■ **SUPPLIED MATERIAL**
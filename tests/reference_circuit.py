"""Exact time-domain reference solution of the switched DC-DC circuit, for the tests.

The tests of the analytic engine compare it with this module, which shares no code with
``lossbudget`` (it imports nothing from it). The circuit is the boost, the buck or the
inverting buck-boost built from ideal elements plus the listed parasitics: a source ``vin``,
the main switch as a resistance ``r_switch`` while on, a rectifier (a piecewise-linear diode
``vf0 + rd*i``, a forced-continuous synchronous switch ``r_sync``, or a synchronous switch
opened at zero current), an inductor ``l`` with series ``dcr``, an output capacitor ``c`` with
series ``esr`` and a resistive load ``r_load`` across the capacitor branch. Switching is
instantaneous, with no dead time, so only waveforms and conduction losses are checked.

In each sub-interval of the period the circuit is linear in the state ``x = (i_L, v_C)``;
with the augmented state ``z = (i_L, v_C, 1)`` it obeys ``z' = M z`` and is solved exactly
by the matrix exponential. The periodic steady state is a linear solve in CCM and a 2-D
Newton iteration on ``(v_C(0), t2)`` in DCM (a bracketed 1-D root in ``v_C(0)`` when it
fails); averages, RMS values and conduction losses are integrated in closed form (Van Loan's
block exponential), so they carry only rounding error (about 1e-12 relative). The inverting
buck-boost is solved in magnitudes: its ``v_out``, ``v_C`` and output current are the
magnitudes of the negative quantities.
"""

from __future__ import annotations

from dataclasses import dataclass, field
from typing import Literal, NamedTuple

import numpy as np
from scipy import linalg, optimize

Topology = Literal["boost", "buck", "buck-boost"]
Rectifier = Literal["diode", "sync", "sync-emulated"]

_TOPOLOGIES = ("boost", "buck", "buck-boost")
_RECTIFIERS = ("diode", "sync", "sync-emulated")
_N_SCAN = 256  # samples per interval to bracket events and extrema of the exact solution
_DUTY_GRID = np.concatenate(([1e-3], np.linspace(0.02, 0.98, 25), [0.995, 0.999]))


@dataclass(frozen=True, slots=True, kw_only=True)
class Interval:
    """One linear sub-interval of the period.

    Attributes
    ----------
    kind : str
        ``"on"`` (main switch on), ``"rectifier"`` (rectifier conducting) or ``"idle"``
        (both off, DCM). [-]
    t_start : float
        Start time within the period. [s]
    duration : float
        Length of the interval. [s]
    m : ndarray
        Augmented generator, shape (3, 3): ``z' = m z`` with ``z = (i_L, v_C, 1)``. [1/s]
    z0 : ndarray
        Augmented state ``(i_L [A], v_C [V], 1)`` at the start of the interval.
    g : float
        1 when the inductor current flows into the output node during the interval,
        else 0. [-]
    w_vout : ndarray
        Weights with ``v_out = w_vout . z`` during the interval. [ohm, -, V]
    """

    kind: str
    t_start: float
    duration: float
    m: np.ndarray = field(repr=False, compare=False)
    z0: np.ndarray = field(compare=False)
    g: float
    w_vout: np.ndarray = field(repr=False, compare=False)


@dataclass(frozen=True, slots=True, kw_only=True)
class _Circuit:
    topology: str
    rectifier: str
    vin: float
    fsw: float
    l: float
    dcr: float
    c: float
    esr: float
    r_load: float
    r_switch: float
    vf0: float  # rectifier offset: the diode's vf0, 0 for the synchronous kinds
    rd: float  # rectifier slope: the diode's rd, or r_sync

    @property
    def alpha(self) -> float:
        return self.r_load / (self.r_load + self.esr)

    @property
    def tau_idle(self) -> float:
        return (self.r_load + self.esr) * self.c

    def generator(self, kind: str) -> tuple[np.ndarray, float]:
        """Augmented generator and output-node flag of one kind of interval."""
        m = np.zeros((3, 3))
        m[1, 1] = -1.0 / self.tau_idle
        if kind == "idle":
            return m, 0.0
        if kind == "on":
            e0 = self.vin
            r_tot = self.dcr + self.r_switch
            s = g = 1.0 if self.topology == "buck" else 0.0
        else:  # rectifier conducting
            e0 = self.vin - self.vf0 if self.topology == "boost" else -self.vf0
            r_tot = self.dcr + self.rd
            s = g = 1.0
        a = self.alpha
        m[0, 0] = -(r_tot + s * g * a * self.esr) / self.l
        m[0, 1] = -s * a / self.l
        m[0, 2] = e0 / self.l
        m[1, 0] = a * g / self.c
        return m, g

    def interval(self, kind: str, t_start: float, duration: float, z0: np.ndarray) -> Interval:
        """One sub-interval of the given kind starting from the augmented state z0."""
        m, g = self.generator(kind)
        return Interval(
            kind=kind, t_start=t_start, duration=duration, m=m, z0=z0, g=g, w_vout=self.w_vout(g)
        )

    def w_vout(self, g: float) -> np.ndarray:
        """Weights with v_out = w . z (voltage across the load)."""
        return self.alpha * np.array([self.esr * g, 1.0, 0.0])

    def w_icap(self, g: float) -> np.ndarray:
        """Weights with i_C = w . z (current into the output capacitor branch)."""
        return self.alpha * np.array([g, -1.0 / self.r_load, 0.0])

■ **REQUIREMENT**
Lines from the start of the entries through the one containing "instantaneous, with no" are to be set down again exactly, both ends included.

■ **SOLUTION FOR THIS PROBLEM**
filename tests/reference_circuit.py
"""Exact time-domain reference solution of the switched DC-DC circuit, for the tests.

The tests of the analytic engine compare it with this module, which shares no code with
``lossbudget`` (it imports nothing from it). The circuit is the boost, the buck or the
inverting buck-boost built from ideal elements plus the listed parasitics: a source ``vin``,
the main switch as a resistance ``r_switch`` while on, a rectifier (a piecewise-linear diode
``vf0 + rd*i``, a forced-continuous synchronous switch ``r_sync``, or a synchronous switch
opened at zero current), an inductor ``l`` with series ``dcr``, an output capacitor ``c`` with
series ``esr`` and a resistive load ``r_load`` across the capacitor branch. Switching is
instantaneous, with no dead time, so only waveforms and conduction losses are checked.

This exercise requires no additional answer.